DIRECTIONS FOR THIS TASK:
The result should be every line that contains the word "false", taken from the material.

INPUT FOR THIS TASK:
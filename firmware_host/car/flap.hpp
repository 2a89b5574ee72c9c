// SPDX-License-Identifier: MIT
// The flap and its flow: the actuator's travel, the quick loss of lift when it opens, and the slow return of
// lift after it has closed. Time of the return runs in chords, t V / c.
#pragma once

#include "firmware_host/car/parameters.hpp"

namespace holdfast::sim {

// What is particular to one closing.
struct Closing {
    double travel_s = 0.08;
    double tau_chords = 13.0;
    double plateau = 1.0;  // share of the flap's lift that comes back at all
    bool slow = false;     // drawn or planned slower than usual
};

class Flap {
  public:
    explicit Flap(const FlapParameters& parameters) : parameters_(parameters) {}

    // `closing` is looked at when the command falls.
    void step(bool command_open, const Closing& closing, double air_speed_mps, double dt_s);

    [[nodiscard]] double position() const { return position_; }  // 0 closed, 1 fully open
    [[nodiscard]] double attached() const { return attached_; }  // 0..1
    [[nodiscard]] bool shut() const { return position_ <= 0.0; }

  private:
    void travel(bool command_open, const Closing& closing, double dt_s);
    void detach(double dt_s);
    void reattach(double air_speed_mps, double dt_s);
    [[nodiscard]] double regained() const;

    FlapParameters parameters_;
    Closing closing_;
    bool command_open_ = false;
    double since_command_s_ = 1e9;
    double travel_s_ = 0.08;
    double travel_from_ = 0.0;
    double position_ = 0.0;
    double attached_ = 1.0;
    bool separated_ = false;
    double attached_before_ = 0.0;  // when the return began
    double waited_chords_ = 0.0;    // of the dead time
    double missing_main_ = 1.0;     // exp(-t/tau)
    double missing_tail_ = 1.0;     // the same of the tail
};

}  // namespace holdfast::sim
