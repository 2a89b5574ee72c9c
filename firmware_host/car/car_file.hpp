// SPDX-License-Identifier: MIT
// The car file that a workshop would have written: the true car, off by what its measurements are off.
#pragma once

#include <string>

#include "firmware_host/car/scenario.hpp"

namespace holdfast::sim {

// TOML, SI units, keys as the estimator's car file has them. Each value is the truth with an error drawn from
// the seed, normal with `error_scale` times the key's default standard uncertainty; 0 gives the truth itself.
[[nodiscard]] std::string car_file_text(const Scenario& scenario, double error_scale = 1.0);

}  // namespace holdfast::sim
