// SPDX-License-Identifier: MIT
#include "firmware_host/car/road.hpp"

#include <bit>
#include <cmath>
#include <numbers>

namespace holdfast::sim {

Road::Road(const RoadParameters& road, const std::vector<Kerb>& kerbs, double lap_m, double behind_m,
           double ahead_m, std::uint64_t seed)
    : road_(road), ahead_m_(ahead_m), fresh_(seed, Stream::road_fresh) {
    // ISO 8608: Gd(n) = Gd(n0) (n0/n)^2, one-sided. The slope is white with (2 pi n0)^2 Gd(n0) one-sided,
    // half of it two-sided, so a step over one cell has that times the cell as its variance.
    constexpr double kReference = 0.1;  // n0, cycles/m
    const double slope_psd = std::pow(2.0 * std::numbers::pi * kReference, 2) * road.roughness_m3;
    step_sd_m_ = std::sqrt(0.5 * slope_psd * kCellM);

    const auto cells = static_cast<std::size_t>(std::ceil(lap_m / kCellM));
    Random repeated(seed, Stream::road_lap);
    lap_steps_.resize(cells);
    for (auto& step : lap_steps_) {
        const Sides drawn = draw(repeated);
        step = {static_cast<float>(drawn[0]), static_cast<float>(drawn[1])};
    }
    kerbs_.resize(cells);
    for (const Kerb& kerb : kerbs) {
        const auto begin = static_cast<std::size_t>(kerb.distance_m / kCellM);
        const auto length = static_cast<std::size_t>(kerb.length_m / kCellM);
        for (std::size_t i = 0; i < length; ++i) {
            const double phase =
                2.0 * std::numbers::pi * static_cast<double>(i) / static_cast<double>(length);
            const double rise = 0.5 * kerb.height_m * (1.0 - std::cos(phase));
            kerbs_[(begin + i) % cells][kerb.left ? 0 : 1] += static_cast<float>(rise);
        }
    }
    const auto needed = static_cast<std::size_t>((behind_m + ahead_m) / kCellM) + 4;
    ring_.resize(std::bit_ceil(needed));
    // Begin some wave lengths before the start, so that the profile is as rough there as later.
    newest_cell_ = -static_cast<std::int64_t>(behind_m / kCellM + 3.0 * road.longest_wave_m / kCellM);
    advance_to(0.0);
}

Road::Sides Road::draw(Random& random) const {
    const double common = random.normal() * std::sqrt(road_.left_right_correlation);
    const double own = std::sqrt(1.0 - road_.left_right_correlation);
    const double left = common + own * random.normal();
    const double right = common + own * random.normal();
    return {left, right};
}

void Road::add_cell() {
    ++newest_cell_;
    const auto lap_cells = static_cast<std::int64_t>(lap_steps_.size());
    const auto lap_cell = static_cast<std::size_t>(((newest_cell_ % lap_cells) + lap_cells) % lap_cells);
    const Sides fresh = draw(fresh_);
    const double keep = std::exp(-2.0 * std::numbers::pi * kCellM / road_.longest_wave_m);
    const double follow = 1.0 - std::exp(-kCellM / road_.patch_m);
    Sides cell;
    for (std::size_t side = 0; side < 2; ++side) {
        const double step = std::sqrt(road_.repeat_share) * static_cast<double>(lap_steps_[lap_cell][side]) +
                            std::sqrt(1.0 - road_.repeat_share) * fresh[side];
        rough_[side] = keep * rough_[side] + step_sd_m_ * step;
        smoothed_[side] += follow * (rough_[side] - smoothed_[side]);
        cell[side] = smoothed_[side] + static_cast<double>(kerbs_[lap_cell][side]);
    }
    ring_[static_cast<std::size_t>(newest_cell_) & (ring_.size() - 1)] = cell;
}

void Road::advance_to(double distance_m) {
    const auto needed = static_cast<std::int64_t>(std::floor((distance_m + ahead_m_) / kCellM)) + 1;
    while (newest_cell_ < needed) add_cell();
}

double Road::height(double distance_m, std::size_t side) const {
    const double cells = distance_m / kCellM;
    const double whole = std::floor(cells);
    const double share = cells - whole;
    const auto cell = static_cast<std::size_t>(static_cast<std::int64_t>(whole));
    const std::size_t mask = ring_.size() - 1;
    return (1.0 - share) * ring_[cell & mask][side] + share * ring_[(cell + 1) & mask][side];
}

}  // namespace holdfast::sim
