def band_around(frequency: Real, half: int, points: int, dwell: float) -> Band:
    """`half` points to either side of each frequency, wrapping at the ends of the spectrum."""
    centre = np.rint(frequency * points * dwell).astype(np.int64)
    if 2 * half + 1 >= points:
        index = np.broadcast_to(np.arange(points), (frequency.size, points)).copy()
        return Band(index, points, dwell)
    return Band((centre[:, None] + np.arange(-half, half + 1)) % points, points, dwell)


def half_band(rate: Real, points: int, dwell: float) -> Whole:
    """Half the band for each rate, rounded up to a power of two so that records can be grouped."""
    wanted = BAND_WIDTHS * np.abs(rate) / np.pi * points * dwell
    return (2 ** np.ceil(np.log2(np.clip(wanted, BAND_POINTS, points)))).astype(np.int64)


def shape_in_band(kappa: Complex, rotation: Complex, band: Band, order: int = 1) -> list[Complex]:
    """Transforms of ``n^k z^n`` for k = 0 .. `order` (at most 2), each (records, band points)."""
    points = band.points
    step = kappa[:, None] * band.dwell
    q = np.exp(step) * rotation
    # a line exactly on a point with no decay at all would divide by zero
    q = np.where(np.abs(1 - q) < 1e-11, q * (1 - 1e-11), q)
    last = np.exp(np.minimum(step.real * points, 500.0) + 1j * (step.imag * points))
    inverse = 1 / (1 - q)
    shapes = [(1 - last) * inverse]
    if order >= 1:
        shapes.append((q * (1 + (points - 1) * last) - points * last) * inverse**2)
    if order >= 2:
        shapes.append(
            (
                q * (1 + q)
                - points**2 * last
                + (2 * points**2 - 2 * points - 1) * last * q
                - (points - 1) ** 2 * last * q**2
            )
            * inverse**3
        )
    return shapes


def _dot(left: npt.NDArray[Any], right: npt.NDArray[Any]) -> npt.NDArray[Any]:
    """Inner products over the band, record by record."""
    return np.asarray(np.einsum("ij,ij->i", left.conj(), right))


# --- where is a line -----------------------------------------------------------------------------


@dataclass(frozen=True)
class Found:
    """Where the search found a line: Hz, 1/s, and its energy over noise variance per part."""

    frequency: Real
    rate: Real
    energy: Real


def search(
    values: Complex,
    dwell: float,
    *,
    allowed: npt.NDArray[np.bool_] | None = None,
) -> Found:
    """Find the strongest line of each record with a bank of matched exponential windows.

    Parameters
    ----------
    values : complex array, shape (records, points)
        The records.
    dwell : float
        Time between points, s.
    allowed : bool array, shape (points,) or (records, points), optional
        Transform points (in the order of `scipy.fft.fft`) among which to look.

    Returns
    -------
    Found
        Start values; the frequency is good to half a transform point, the rate to a factor of two.
    """
    records, points = values.shape
    index = np.arange(points)
    best = np.full(records, -1.0)
    place = np.zeros(records, dtype=np.int64)
    rate = np.zeros(records)
    # noise twice, as either may hold signal: the end of the record, and most of the transform
    tail = values[:, -max(points // 10, min(points // 2, 64)) :]
    noise = tail.real.var(axis=-1) / 2 + tail.imag.var(axis=-1) / 2
    # a window off by a factor of two from the line's own decay loses only 6 % in height
    decays = 4.0 ** np.arange(0, max(1, int(np.log(points / 4) / np.log(4)) + 1))
    for decay in decays:
        window = np.exp(-decay / points * index)
        power = np.abs(scipy.fft.fft(values * window, axis=-1)) ** 2 / (window**2).sum()
        if decay == decays[0]:
            # the median of an exponential distribution is ln 2 of its mean 2 sigma^2; a thousand
            # points give it well enough
            some = power[:, :: max(1, points // 1024)]
            noise = np.minimum(noise, np.median(some, axis=-1) / (2 * np.log(2)))
        if allowed is not None:
            power = np.where(allowed, power, -1.0)
        top = power.argmax(axis=-1)
        height = power[np.arange(records), top]
        better = height > best
        best = np.where(better, height, best)
        place = np.where(better, top, place)
        rate = np.where(better, decay / (points * dwell), rate)
    frequency = scipy.fft.fftfreq(points, dwell)[place]
    with np.errstate(divide="ignore", invalid="ignore", over="ignore"):
        energy = np.where(noise > 0, best / (2 * noise), np.where(best > 0, np.inf, 0.0))
    return Found(frequency, rate, energy)
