def _hold(ctx: Context, state: State, where: Scope, event: Plain) -> Said:
    body, seq = event["body"], event["seq"]
    state["unsigned"] = {"seq": seq, "person": body["who"], "meaning": "released"}
    return "done", {"who": body["who"], "note": body["statement"]}


def _picture(ctx: Context, state: State, where: Scope, event: Plain) -> Said:
    return "done", {"value": event["body"]["sha256"], "note": event["body"]["note"]}


def _remark(ctx: Context, state: State, where: Scope, event: Plain) -> Said:
    return "done", {"text": event["body"]["text"]}


def _wait(ctx: Context, state: State, where: Scope, event: Plain) -> Said:
    elapsed = readings.waited(ctx, where, event["step"]["control"])
    if elapsed is None or elapsed["left"] > 0:
        disagree(state, event["seq"], "too-early", f"Event {event['seq']} ends a wait before its time.")
    return "done", {"elapsed": None if elapsed is None else elapsed["texts"]}


def _people(ctx: Context, state: State, where: Scope, event: Plain) -> Said:
    body, seq = event["body"], event["seq"]
    inside = state["hands"].get(body["place"], [])
    if body["way"] == "in":
        state["hands"][body["place"]] = [*inside, *[n for n in body["names"] if n not in inside]]
    else:
        left = [n for n in inside if n not in body["names"]]
        if left:
            disagree(state, seq, "people-left", f"Not counted out of the {body['place']}: {', '.join(left)}.")
        state["hands"][body["place"]] = left
    return "done", {"names": list(body["names"]), "note": f"{body['way']}: {body['place']}"}


_ARMS: dict[str, Callable[[Context, State, Scope, Plain], Said]] = {
    "caution": _caution,
    "confirm": _confirm,
    "number": _number,
    "prove": _prove,
    "lock": _lock,
    "unlock": _unlock,
    "earth": _earth,
    "lift": _lift,
    "choice": _choice,
    "hold": _hold,
    "picture": _picture,
    "remark": _remark,
    "result": _result,
    "wait": _wait,
    "people": _people,
}
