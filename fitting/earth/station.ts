/**
 * Stations on the Earth: geodetic places, parallax constants and vectors.
 *
 * Symbols: φ geodetic latitude, φ′ geocentric latitude, h height above the ellipsoid; ρ distance from the Earth's centre in equatorial radii.
 *
 * Source: Meeus 1998, Astronomical Algorithms, 2nd ed., chs. 11 and 40.
 */
import { cos, DEG, sin } from '../elementary'
import { AU_KM } from './constants'
import type { EarthOrientation } from './earth-rotation'
import { earthOrientation, toIcrsAxes } from './earth-rotation'

/** A station by its longitude and its published parallax constants ρ·cos φ′ and ρ·sin φ′, in equatorial radii. Both 0: the Earth's centre. */
export interface ParallaxPlace {
  longitudeEastDeg: number
  rhoCosPhi: number
  rhoSinPhi: number
}

/** A station by longitude, latitude (north positive) and height above the ellipsoid. */
export interface GeodeticPlace {
  longitudeEastDeg: number
  latitudeDeg: number
  heightM: number
}

export type StationPlace = ParallaxPlace | GeodeticPlace

/** An ellipsoid of revolution by its equatorial radius and flattening. */
export interface Ellipsoid {
  equatorialRadiusM: number
  flattening: number
}

/** The ellipsoid of satellite positioning. Source: NIMA 2000, Department of Defense World Geodetic System 1984, TR8350.2. */
export const WGS84: Ellipsoid = { equatorialRadiusM: 6378137, flattening: 1 / 298.257223563 }

const EQUATORIAL_RADIUS_AU = WGS84.equatorialRadiusM / 1000 / AU_KM

/**
 * Parallax constants of a geodetic place.
 * @param place longitude, latitude, height.
 * @param ellipsoid by default WGS 84.
 * @returns the longitude, ρ·cos φ′ (≥ 0) and ρ·sin φ′ in equatorial radii of the ellipsoid.
 * Source: Meeus 1998, Astronomical Algorithms, ch. 11.
 */
export function parallaxPlace(place: GeodeticPlace, ellipsoid: Ellipsoid = WGS84): ParallaxPlace {
  const sine = sin(place.latitudeDeg * DEG)
  const cosine = cos(place.latitudeDeg * DEG)
  const axisRatio = 1 - ellipsoid.flattening
  const height = place.heightM / ellipsoid.equatorialRadiusM
  const curvature = 1 / Math.sqrt(cosine * cosine + axisRatio * axisRatio * sine * sine)
  return {
    longitudeEastDeg: place.longitudeEastDeg,
    rhoCosPhi: (curvature + height) * cosine,
    rhoSinPhi: (axisRatio * axisRatio * curvature + height) * sine,
  }
}

/**
 * Geocentric vector of a station on the axes of the ICRS.
 * @param station parallax constants, or a geodetic place on WGS 84.
 * @param jdUtc JD of UTC (before 1972 of UT), d; taken as UT1.
 * @param jdTt JD of TT of the same instant, d.
 * @param out receives x, y, z, au, at [0] to [2].
 * Source: Meeus 1998, Astronomical Algorithms, chs. 11 and 40; precession and nutation as toIcrsAxes.
 */
export function stationVector(station: StationPlace, jdUtc: number, jdTt: number, out: Float64Array): void {
  const orientation = earthOrientation(jdUtc, jdTt)
  stationOfDateInto(station, orientation, out)
  toIcrsAxes(orientation, out)
}

/**
 * Geocentric vector of a station on the true equator and equinox of date.
 * @param station parallax constants, or a geodetic place on WGS 84.
 * @param orientation of which only the sidereal time is used.
 * @param out receives x, y, z, au, at [0] to [2].
 * Source: Meeus 1998, Astronomical Algorithms, ch. 40.
 */
export function stationOfDateInto(station: StationPlace, orientation: Pick<EarthOrientation, 'siderealRad'>, out: Float64Array): void {
  const { longitudeEastDeg, rhoCosPhi, rhoSinPhi } = 'latitudeDeg' in station ? parallaxPlace(station) : station
  const localSiderealRad = orientation.siderealRad + longitudeEastDeg * DEG
  out[0] = EQUATORIAL_RADIUS_AU * rhoCosPhi * cos(localSiderealRad)
  out[1] = EQUATORIAL_RADIUS_AU * rhoCosPhi * sin(localSiderealRad)
  out[2] = EQUATORIAL_RADIUS_AU * rhoSinPhi
}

ANSWER BOX:
    bool slow = false;     // drawn or planned slower than usual
    bool command_open_ = false;
    bool separated_ = false;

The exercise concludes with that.